Think of it like that old piece of software you wrote when you were young that
you've since abandoned, because you know, about 20 years have passed, no one
uses AppleII's anymore, 126 some odd other pieces of software that do exactly
the same thing but better and faster have been released, and also mobile
happened. Besides, you have a job now doing modern things for modern reasons
that are actually valuable to people and the world and stuff, so really
there's not even a reason to figure out how a 5 and a quarter floppy drive can
possibly connect to your rMBP to have a look at the code and see if an
emulator or whatever would make it run right.

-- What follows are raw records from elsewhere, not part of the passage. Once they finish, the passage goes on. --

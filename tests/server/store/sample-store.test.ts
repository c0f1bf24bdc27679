import * as fc from 'fast-check';
import { createSampleStore, UnusableBatchError } from '@/server/store/sample-store';
import { decodeSamples, encodeSamples } from '@/server/store/sample-copy';
import type { SampleBatch } from '@/server/interfaces/sample-store';
import { databaseOfThisFile } from '@/tests/support/database';
import { eveningUtcMs, makeChannel, makeLab, makeRig } from './rows';

const database = databaseOfThisFile();
const allTime = { fromUtcMs: -Infinity, toUtcMs: Infinity };

async function freshChannel() {
  const { connection } = database();
  const lab = await makeLab(connection.db);
  const rigId = await makeRig(connection.db, lab.id);
  return { store: createSampleStore(connection), labId: lab.id, channelId: await makeChannel(connection.db, lab.id, rigId) };
}

/** 10 Hz with an odd number of microseconds, values that no decimal writes exactly. */
const batchOf = (count: number, fromUtcMs = eveningUtcMs): SampleBatch => ({
  utcMs: Float64Array.from({ length: count }, (_, index) => fromUtcMs + index * 100 + 0.457),
  value: Float64Array.from({ length: count }, (_, index) => Math.sin(index / 7) / 3e5),
});

describe.each([
  ['a few samples', 25],
  ['many samples, by COPY', 5000],
])('%s', (_name, count) => {
  test('come back to the bit, with their microseconds', async () => {
    const { store, labId, channelId } = await freshChannel();
    const batch = batchOf(count);
    expect(await store.append(labId, channelId, batch)).toEqual({ stored: count, known: 0 });
    const back = await store.read(labId, channelId, allTime);
    expect(back.value).toEqual(batch.value);
    expect(Math.max(...back.utcMs.map((at, index) => Math.abs(at - (batch.utcMs[index] as number))))).toBeLessThan(0.0005);
  });

  test('sent again are known and stored once; only the new ones are added', async () => {
    const { store, labId, channelId } = await freshChannel();
    await store.append(labId, channelId, batchOf(count));
    expect(await store.append(labId, channelId, batchOf(count))).toEqual({ stored: 0, known: count });
    expect(await store.append(labId, channelId, batchOf(count + 10))).toEqual({ stored: 10, known: count });
    expect((await store.read(labId, channelId, allTime)).value.length).toBe(count + 10);
  });

  test('with one that is not finite are refused whole, naming it', async () => {
    const { store, labId, channelId } = await freshChannel();
    const batch = batchOf(count);
    batch.value[count - 2] = Number.NaN;
    await expect(store.append(labId, channelId, batch)).rejects.toThrow(`sample ${count - 1} of the batch`);
    expect((await store.read(labId, channelId, allTime)).value.length).toBe(0);
  });
});

test.each([
  ['a few samples', 2],
  ['many samples, by COPY', 5000],
])('of the same instant twice within one batch the first counts: %s', async (_name, count) => {
  const { store, labId, channelId } = await freshChannel();
  const batch = batchOf(count);
  batch.utcMs[1] = batch.utcMs[0] as number;
  expect(await store.append(labId, channelId, batch)).toEqual({ stored: count - 1, known: 1 });
  expect((await store.read(labId, channelId, allTime)).value[0]).toBe(batch.value[0]);
});

test('two who store the same at once store it once', async () => {
  const { store, labId, channelId } = await freshChannel();
  const batch = batchOf(5000);
  const done = await Promise.all([1, 2, 3].map(() => store.append(labId, channelId, batch)));
  expect(done.reduce((sum, { stored }) => sum + stored, 0)).toBe(5000);
  expect((await store.read(labId, channelId, allTime)).value).toEqual(batch.value);
});

test('pages hold every sample of a window once, in order, whatever their number', async () => {
  const { store, labId, channelId } = await freshChannel();
  await store.append(labId, channelId, batchOf(10_001));
  const [pages, all] = [[] as SampleBatch[], await store.read(labId, channelId, allTime)];
  for await (const page of store.pages(labId, channelId, allTime)) pages.push(page);
  expect(pages.length).toBeGreaterThan(2);
  expect(pages.flatMap(({ utcMs }) => [...utcMs])).toEqual([...all.utcMs]);
  expect(pages.flatMap(({ value }) => [...value])).toEqual([...all.value]);
  const window = { fromUtcMs: all.utcMs[10] as number, toUtcMs: all.utcMs[5009] as number };
  const inside: SampleBatch[] = [];
  for await (const page of store.pages(labId, channelId, window)) inside.push(page);
  expect(inside.flatMap(({ value }) => [...value])).toEqual([...all.value.slice(10, 5010)]);
});

test('a window takes both of its ends', async () => {
  const { store, labId, channelId } = await freshChannel();
  const batch = batchOf(10);
  await store.append(labId, channelId, batch);
  const back = await store.read(labId, channelId, { fromUtcMs: batch.utcMs[2] as number, toUtcMs: batch.utcMs[6] as number });
  expect(back.value).toEqual(batch.value.slice(2, 7));
});

test('a channel of another lab takes nothing and shows nothing', async () => {
  const mine = await freshChannel();
  const other = await freshChannel();
  await expect(mine.store.append(mine.labId, other.channelId, batchOf(3))).rejects.toThrow(UnusableBatchError);
  await other.store.append(other.labId, other.channelId, batchOf(3));
  expect((await mine.store.read(mine.labId, other.channelId, allTime)).value.length).toBe(0);
  expect((await mine.store.read(mine.labId, "x' or true --", allTime)).value.length).toBe(0);
});

test('unequal lengths are refused', async () => {
  const { store, labId, channelId } = await freshChannel();
  await expect(store.append(labId, channelId, { utcMs: Float64Array.of(1, 2), value: Float64Array.of(1) })).rejects.toThrow(
    '2 instants came with 1 values',
  );
});

test('the COPY format holds any whole microsecond from 1850 to 2090 and any double, however the stream is cut', async () => {
  // Beyond these years a double of milliseconds is coarser than half a microsecond.
  const us = fc.integer({ min: Date.UTC(1850, 0, 1) * 1000, max: Date.UTC(2090, 0, 1) * 1000 });
  const sample = fc.record({ us, value: fc.double() });
  await fc.assert(
    fc.asyncProperty(fc.array(sample, { maxLength: 40 }), fc.integer({ min: 1, max: 40 }), async (samples, cutBytes) => {
      const whole = Buffer.concat([
        ...encodeSamples({ utcMs: Float64Array.from(samples, (s) => s.us / 1000), value: Float64Array.from(samples, (s) => s.value) }),
      ]);
      const cut = async function* () {
        for (let at = 0; at < whole.length; at += cutBytes) yield whole.subarray(at, at + cutBytes);
      };
      const back = await decodeSamples(cut());
      expect(Array.from(back.utcMs, (at) => Math.round(at * 1000))).toEqual(samples.map((s) => s.us));
      expect(Array.from(back.value)).toEqual(samples.map((s) => s.value));
    }),
  );
});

But if someone wants to throw $151,000 in donations at it, sure kids, have a
ball. And yeah, of course we'll reminisce and have some fun with it over a
beer or two. Those were the good old days, after all, when we were real rocket
scientists, and space probes Farquharing around the solar system on a
perfectly choreographed dance of not just _one_ mission, but _three_ —no, not
two, _three_ —what do you think it's doing right now? You think this kind of
thing just happens by chance? Have fun—and bring her back in one piece, will
ya?

------
ColinDabritz
Simply amazing.

------
iamdanfox
Twitch spacecraft anyone?

------
servowire
The fact that this machine is still in operation is awesome. What a piece of
engineering.

------
broabprobe
Brilliantly impressive. Especially considering they're operating out of an old
McDonalds on the NASA Ames campus.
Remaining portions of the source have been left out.